Among the entries below, take the line with "CLEAR_SKY_MODELS, type ClearAir" and the line with "is good for.", and output them and every line between them exactly, with nothing else.

+--

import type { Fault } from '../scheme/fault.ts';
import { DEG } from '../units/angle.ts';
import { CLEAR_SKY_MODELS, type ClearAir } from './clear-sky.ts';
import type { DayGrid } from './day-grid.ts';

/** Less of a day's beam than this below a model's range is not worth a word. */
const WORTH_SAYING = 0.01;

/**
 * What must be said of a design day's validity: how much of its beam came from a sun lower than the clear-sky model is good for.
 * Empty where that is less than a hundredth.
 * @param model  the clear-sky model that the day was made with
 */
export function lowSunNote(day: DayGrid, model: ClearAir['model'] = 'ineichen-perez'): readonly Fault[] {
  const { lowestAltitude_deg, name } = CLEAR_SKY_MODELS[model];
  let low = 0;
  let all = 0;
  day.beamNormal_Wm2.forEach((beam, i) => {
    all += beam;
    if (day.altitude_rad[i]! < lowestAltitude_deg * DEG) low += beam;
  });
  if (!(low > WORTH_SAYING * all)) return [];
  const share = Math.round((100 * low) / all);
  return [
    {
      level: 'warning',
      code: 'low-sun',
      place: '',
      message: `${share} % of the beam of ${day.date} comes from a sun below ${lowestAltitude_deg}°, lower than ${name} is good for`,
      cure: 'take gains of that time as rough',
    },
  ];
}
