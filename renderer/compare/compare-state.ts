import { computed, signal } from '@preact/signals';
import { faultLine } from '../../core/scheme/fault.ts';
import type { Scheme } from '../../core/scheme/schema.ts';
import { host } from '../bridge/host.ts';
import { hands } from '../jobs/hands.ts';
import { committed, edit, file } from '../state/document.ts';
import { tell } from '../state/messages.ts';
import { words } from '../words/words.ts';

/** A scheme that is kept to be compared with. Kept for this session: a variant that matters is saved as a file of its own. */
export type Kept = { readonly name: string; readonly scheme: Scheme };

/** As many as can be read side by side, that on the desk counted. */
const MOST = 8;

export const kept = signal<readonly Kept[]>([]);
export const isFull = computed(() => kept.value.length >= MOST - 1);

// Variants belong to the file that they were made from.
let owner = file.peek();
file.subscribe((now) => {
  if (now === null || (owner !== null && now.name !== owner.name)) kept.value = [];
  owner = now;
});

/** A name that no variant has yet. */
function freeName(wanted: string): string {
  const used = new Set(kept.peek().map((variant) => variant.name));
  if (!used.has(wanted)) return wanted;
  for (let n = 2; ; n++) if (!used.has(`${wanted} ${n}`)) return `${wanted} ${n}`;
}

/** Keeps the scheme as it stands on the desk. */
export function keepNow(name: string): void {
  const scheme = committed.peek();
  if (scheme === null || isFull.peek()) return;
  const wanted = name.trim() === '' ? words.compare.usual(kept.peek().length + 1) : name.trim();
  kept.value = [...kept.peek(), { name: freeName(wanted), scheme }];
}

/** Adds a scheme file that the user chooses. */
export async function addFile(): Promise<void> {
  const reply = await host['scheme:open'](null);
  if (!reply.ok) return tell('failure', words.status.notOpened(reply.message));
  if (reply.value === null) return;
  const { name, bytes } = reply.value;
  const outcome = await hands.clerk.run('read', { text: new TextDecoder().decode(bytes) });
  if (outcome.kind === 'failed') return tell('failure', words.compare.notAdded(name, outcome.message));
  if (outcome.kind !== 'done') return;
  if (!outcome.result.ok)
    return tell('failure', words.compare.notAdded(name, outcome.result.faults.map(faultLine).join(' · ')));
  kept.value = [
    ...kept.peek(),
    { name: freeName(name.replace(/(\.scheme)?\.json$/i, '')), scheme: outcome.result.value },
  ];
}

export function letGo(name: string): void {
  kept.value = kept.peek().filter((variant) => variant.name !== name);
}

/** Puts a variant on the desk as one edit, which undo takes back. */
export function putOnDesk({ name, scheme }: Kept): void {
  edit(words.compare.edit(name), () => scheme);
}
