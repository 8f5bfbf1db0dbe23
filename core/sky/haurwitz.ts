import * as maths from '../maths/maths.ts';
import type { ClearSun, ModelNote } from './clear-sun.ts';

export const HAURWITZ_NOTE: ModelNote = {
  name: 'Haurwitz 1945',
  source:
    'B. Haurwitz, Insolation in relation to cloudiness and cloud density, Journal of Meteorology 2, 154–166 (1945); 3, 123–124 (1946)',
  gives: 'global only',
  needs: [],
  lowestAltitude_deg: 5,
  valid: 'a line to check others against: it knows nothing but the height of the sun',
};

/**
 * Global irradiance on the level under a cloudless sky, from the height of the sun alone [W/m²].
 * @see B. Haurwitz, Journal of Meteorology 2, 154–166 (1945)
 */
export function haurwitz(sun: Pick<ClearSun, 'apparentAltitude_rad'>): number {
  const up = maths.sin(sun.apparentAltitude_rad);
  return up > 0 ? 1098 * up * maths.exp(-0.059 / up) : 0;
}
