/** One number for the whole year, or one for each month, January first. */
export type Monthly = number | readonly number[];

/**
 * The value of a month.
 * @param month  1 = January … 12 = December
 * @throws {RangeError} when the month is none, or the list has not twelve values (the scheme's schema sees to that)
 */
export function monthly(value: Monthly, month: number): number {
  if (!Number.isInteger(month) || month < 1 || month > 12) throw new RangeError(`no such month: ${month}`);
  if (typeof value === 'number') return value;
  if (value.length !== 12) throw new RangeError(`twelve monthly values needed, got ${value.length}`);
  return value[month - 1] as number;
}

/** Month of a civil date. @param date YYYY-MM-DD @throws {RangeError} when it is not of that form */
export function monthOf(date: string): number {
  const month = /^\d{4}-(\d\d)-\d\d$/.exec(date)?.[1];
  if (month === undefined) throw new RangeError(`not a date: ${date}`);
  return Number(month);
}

+--

[Answer to the exercise]
import { CLEAR_SKY_MODELS, type ClearAir } from './clear-sky.ts';
import type { DayGrid } from './day-grid.ts';

/** Less of a day's beam than this below a model's range is not worth a word. */
const WORTH_SAYING = 0.01;

/**
 * What must be said of a design day's validity: how much of its beam came from a sun lower than the clear-sky model is good for.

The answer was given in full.